When you reach the entries below, transcribe each one exactly as it stands.

INFORMATION SUPPLIED:
════════════════════

// Where the editor's figure nodes get their values. A bulletin draft reads them live from the runs
// (shared figure extraction over each run's engine JSON, with the object's newest run for staleness); a locked
// version reads them from its frozen snapshots. Node views only call the hooks of the source in context.
import { createContext, useContext } from 'react';
import type { FigureValue, LinkedFigureAttrs } from '../../shared/bulletins/document';
import type { Run } from '../../shared/schemas/runs';

export type FigureLookup =
  | { state: 'loading' }
  | { state: 'missing'; message: string }
  | {
      state: 'ok';
      value: FigureValue;
      /** Set when a newer run of the object exists: its value for the same quantity and approach (null when none matches). */
      newer: { runId: number; value: FigureValue | null } | null;
    };

export type RunResultLookup =
  | { state: 'loading' }
  | { state: 'missing'; message: string }
  | { state: 'ok'; runId: number; result: Record<string, unknown>; run: Run };

export interface FigureSource {
  /** Whether the figures may be rebound or edited (a draft the user may write). */
  editable: boolean;
  /** The tracked object the bulletin is about (null for a frozen version). */
  objectId: number | null;
  useFigure(attrs: LinkedFigureAttrs): FigureLookup;
  useRunResult(runId: number): RunResultLookup;
  /** The object's newest finished run when it is newer than `runId` (drafts only; null otherwise). */
  useNewerRun(runId: number): number | null;
}

const EMPTY: FigureSource = {
  editable: false,
  objectId: null,
  useFigure: () => ({ state: 'missing', message: 'No figure source' }),
  useRunResult: () => ({ state: 'missing', message: 'No figure source' }),
  useNewerRun: () => null,
};

export const FigureSourceContext = createContext<FigureSource>(EMPTY);

export function useFigureSource(): FigureSource {
  return useContext(FigureSourceContext);
}

/** The node's attributes as the shared schema types them (TipTap stores them untyped). */
export function figureAttrs(attrs: Record<string, unknown>): LinkedFigureAttrs {
  return {
    runId: Number(attrs.runId),
    quantity: attrs.quantity as LinkedFigureAttrs['quantity'],
    body: (attrs.body as string | null) ?? null,
    epochTdbJd: attrs.epochTdbJd === null || attrs.epochTdbJd === undefined ? null : Number(attrs.epochTdbJd),
  };
}
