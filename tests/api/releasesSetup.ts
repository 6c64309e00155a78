// Shared setup of the release API tests: an approved bulletin version to start from, a press list, a release driven
// to 'approved', and the public routes read without a session.
import { expect } from 'vitest';
import { releaseSchema, type Release } from '../../shared/schemas/releases';
import type { TestServer } from '../helpers/testServer';
import type { ApiClient } from './apiClient';
import { approvedBulletin, insertRun, neaIds } from './bulletinsSetup';

export const PRESS_ADDRESS = 'newsdesk@harbour-gazette.example';

/** An approved bulletin (version 1) with Palermo and impact-probability figures, and a press list. */
export async function releaseFixture(srv: TestServer, as: Record<string, ApiClient>): Promise<{ bulletinId: number }> {
  const { objectId } = neaIds(srv);
  const run = insertRun(srv, 0, new Date('2026-12-01T01:00:00Z'));
  const b = await approvedBulletin(as, objectId, run);
  const lists = (await as.communications.get('/api/stakeholder-lists')).body.lists as { kind: string }[];
  if (!lists.some((l) => l.kind === 'press')) {
    const res = await as.communications.request('POST', '/api/stakeholder-lists', {
      body: { name: 'Press desk', kind: 'press', description: 'Newsrooms', members: [{ email: PRESS_ADDRESS, name: 'Harbour Gazette news desk' }] },
    });
    expect(res.status, JSON.stringify(res.body)).toBe(201);
  }
  return { bulletinId: b.id };
}

export async function createRelease(as: Record<string, ApiClient>, bulletinId: number, title?: string): Promise<Release> {
  const res = await as.communications.request('POST', '/api/releases', { body: { bulletinId, version: 1, ...(title ? { title } : {}) } });
  expect(res.status, JSON.stringify(res.body)).toBe(201);
  return releaseSchema.parse(res.body);
}

export async function act(client: ApiClient, id: number, body: Record<string, unknown>) {
  return client.request('POST', `/api/releases/${id}/transitions`, { body });
}

/** Create, submit (communications) and approve (reviewer): the wording locked as version 1. */
export async function approvedRelease(as: Record<string, ApiClient>, bulletinId: number, title: string): Promise<Release> {
  const r = await createRelease(as, bulletinId, title);
  expect((await act(as.communications, r.id, { action: 'submit' })).status).toBe(200);
  const res = await act(as.reviewer, r.id, { action: 'approve' });
  expect(res.status, JSON.stringify(res.body)).toBe(200);
  return releaseSchema.parse(res.body);
}

/** An ISO time with an explicit zone offset (minutes east of UTC), as a client converting a local time sends it. */
export function isoWithOffset(ms: number, offsetMin: number): string {
  const local = new Date(ms + offsetMin * 60_000).toISOString().slice(0, 23);
  const sign = offsetMin < 0 ? '-' : '+';
  const a = Math.abs(offsetMin);
  return `${local}${sign}${String(Math.floor(a / 60)).padStart(2, '0')}:${String(a % 60).padStart(2, '0')}`;
}

export async function schedule(client: ApiClient, id: number, publishAt: string, timeZone?: string) {
  return client.request('POST', `/api/releases/${id}/schedule`, { body: { publishAt, ...(timeZone ? { timeZone } : {}) } });
}

/** Everything the public can see, fetched without a session: JSON list and item, pages, feed. */
export async function publicView(url: string, slug: string): Promise<{ list: string; item: number; itemBody: string; listPage: string; page: number; pageBody: string; feed: string }> {
  const get = (p: string) => fetch(url + p, { redirect: 'manual' });
  const [list, item, listPage, page, feed] = await Promise.all([get('/api/public/releases'), get(`/api/public/releases/${slug}`), get('/public'), get(`/public/releases/${slug}`), get('/public/feed.atom')]);
  return { list: await list.text(), item: item.status, itemBody: await item.text(), listPage: await listPage.text(), page: page.status, pageBody: await page.text(), feed: await feed.text() };
}

/** Poll until `pred` holds (generous limit: the machine is loaded). */
export async function until<T>(what: string, fn: () => Promise<T>, pred: (v: T) => boolean, timeoutMs = 60_000): Promise<T> {
  const end = Date.now() + timeoutMs;
  for (;;) {
    const v = await fn();
    if (pred(v)) return v;
    if (Date.now() > end) throw new Error(`timed out waiting for ${what}: ${JSON.stringify(v).slice(0, 500)}`);
    await new Promise((r) => setTimeout(r, 100));
  }
}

════════════════════

ANSWER FOR THE TASK:
// Where the editor's figure nodes get their values. A bulletin draft reads them live from the runs
// (shared figure extraction over each run's engine JSON, with the object's newest run for staleness); a locked
// version reads them from its frozen snapshots. Node views only call the hooks of the source in context.
import { createContext, useContext } from 'react';
import type { FigureValue, LinkedFigureAttrs } from '../../shared/bulletins/document';
import type { Run } from '../../shared/schemas/runs';

export type FigureLookup =
  | { state: 'loading' }
  | { state: 'missing'; message: string }
  | {
      state: 'ok';
      value: FigureValue;
      /** Set when a newer run of the object exists: its value for the same quantity and approach (null when none matches). */
      newer: { runId: number; value: FigureValue | null } | null;
    };

export type RunResultLookup =
  | { state: 'loading' }
  | { state: 'missing'; message: string }
  | { state: 'ok'; runId: number; result: Record<string, unknown>; run: Run };

export interface FigureSource {
  /** Whether the figures may be rebound or edited (a draft the user may write). */
  editable: boolean;
  /** The tracked object the bulletin is about (null for a frozen version). */
  objectId: number | null;
  useFigure(attrs: LinkedFigureAttrs): FigureLookup;
  useRunResult(runId: number): RunResultLookup;
  /** The object's newest finished run when it is newer than `runId` (drafts only; null otherwise). */
  useNewerRun(runId: number): number | null;
}

const EMPTY: FigureSource = {
  editable: false,
  objectId: null,
  useFigure: () => ({ state: 'missing', message: 'No figure source' }),
  useRunResult: () => ({ state: 'missing', message: 'No figure source' }),
  useNewerRun: () => null,
};

export const FigureSourceContext = createContext<FigureSource>(EMPTY);

export function useFigureSource(): FigureSource {
  return useContext(FigureSourceContext);
}

/** The node's attributes as the shared schema types them (TipTap stores them untyped). */
export function figureAttrs(attrs: Record<string, unknown>): LinkedFigureAttrs {
  return {
    runId: Number(attrs.runId),
    quantity: attrs.quantity as LinkedFigureAttrs['quantity'],
    body: (attrs.body as string | null) ?? null,
    epochTdbJd: attrs.epochTdbJd === null || attrs.epochTdbJd === undefined ? null : Number(attrs.epochTdbJd),
  };
}
filename tests/api/releasesSetup.ts
repository 6c64309e00155a78
// Shared setup of the release API tests: an approved bulletin version to start from, a press list, a release driven
// to 'approved', and the public routes read without a session.
import { expect } from 'vitest';
import { releaseSchema, type Release } from '../../shared/schemas/releases';
import type { TestServer } from '../helpers/testServer';
import type { ApiClient } from './apiClient';
import { approvedBulletin, insertRun, neaIds } from './bulletinsSetup';

export const PRESS_ADDRESS = 'newsdesk@harbour-gazette.example';

/** An approved bulletin (version 1) with Palermo and impact-probability figures, and a press list. */
export async function releaseFixture(srv: TestServer, as: Record<string, ApiClient>): Promise<{ bulletinId: number }> {
  const { objectId } = neaIds(srv);
  const run = insertRun(srv, 0, new Date('2026-12-01T01:00:00Z'));
  const b = await approvedBulletin(as, objectId, run);
  const lists = (await as.communications.get('/api/stakeholder-lists')).body.lists as { kind: string }[];
  if (!lists.some((l) => l.kind === 'press')) {
    const res = await as.communications.request('POST', '/api/stakeholder-lists', {
      body: { name: 'Press desk', kind: 'press', description: 'Newsrooms', members: [{ email: PRESS_ADDRESS, name: 'Harbour Gazette news desk' }] },
    });
    expect(res.status, JSON.stringify(res.body)).toBe(201);
  }
  return { bulletinId: b.id };
}

export async function createRelease(as: Record<string, ApiClient>, bulletinId: number, title?: string): Promise<Release> {
  const res = await as.communications.request('POST', '/api/releases', { body: { bulletinId, version: 1, ...(title ? { title } : {}) } });
  expect(res.status, JSON.stringify(res.body)).toBe(201);
  return releaseSchema.parse(res.body);
}

export async function act(client: ApiClient, id: number, body: Record<string, unknown>) {
  return client.request('POST', `/api/releases/${id}/transitions`, { body });
}

/** Create, submit (communications) and approve (reviewer): the wording locked as version 1. */
export async function approvedRelease(as: Record<string, ApiClient>, bulletinId: number, title: string): Promise<Release> {
  const r = await createRelease(as, bulletinId, title);
  expect((await act(as.communications, r.id, { action: 'submit' })).status).toBe(200);
  const res = await act(as.reviewer, r.id, { action: 'approve' });
  expect(res.status, JSON.stringify(res.body)).toBe(200);
  return releaseSchema.parse(res.body);
}

/** An ISO time with an explicit zone offset (minutes east of UTC), as a client converting a local time sends it. */
export function isoWithOffset(ms: number, offsetMin: number): string {
  const local = new Date(ms + offsetMin * 60_000).toISOString().slice(0, 23);
  const sign = offsetMin < 0 ? '-' : '+';
  const a = Math.abs(offsetMin);
  return `${local}${sign}${String(Math.floor(a / 60)).padStart(2, '0')}:${String(a % 60).padStart(2, '0')}`;
}

export async function schedule(client: ApiClient, id: number, publishAt: string, timeZone?: string) {
  return client.request('POST', `/api/releases/${id}/schedule`, { body: { publishAt, ...(timeZone ? { timeZone } : {}) } });
}

/** Everything the public can see, fetched without a session: JSON list and item, pages, feed. */
export async function publicView(url: string, slug: string): Promise<{ list: string; item: number; itemBody: string; listPage: string; page: number; pageBody: string; feed: string }> {
  const get = (p: string) => fetch(url + p, { redirect: 'manual' });
  const [list, item, listPage, page, feed] = await Promise.all([get('/api/public/releases'), get(`/api/public/releases/${slug}`), get('/public'), get(`/public/releases/${slug}`), get('/public/feed.atom')]);
  return { list: await list.text(), item: item.status, itemBody: await item.text(), listPage: await listPage.text(), page: page.status, pageBody: await page.text(), feed: await feed.text() };
}

/** Poll until `pred` holds (generous limit: the machine is loaded). */
export async function until<T>(what: string, fn: () => Promise<T>, pred: (v: T) => boolean, timeoutMs = 60_000): Promise<T> {
  const end = Date.now() + timeoutMs;
  for (;;) {
    const v = await fn();
    if (pred(v)) return v;
    if (Date.now() > end) throw new Error(`timed out waiting for ${what}: ${JSON.stringify(v).slice(0, 500)}`);
    await new Promise((r) => setTimeout(r, 100));
  }
}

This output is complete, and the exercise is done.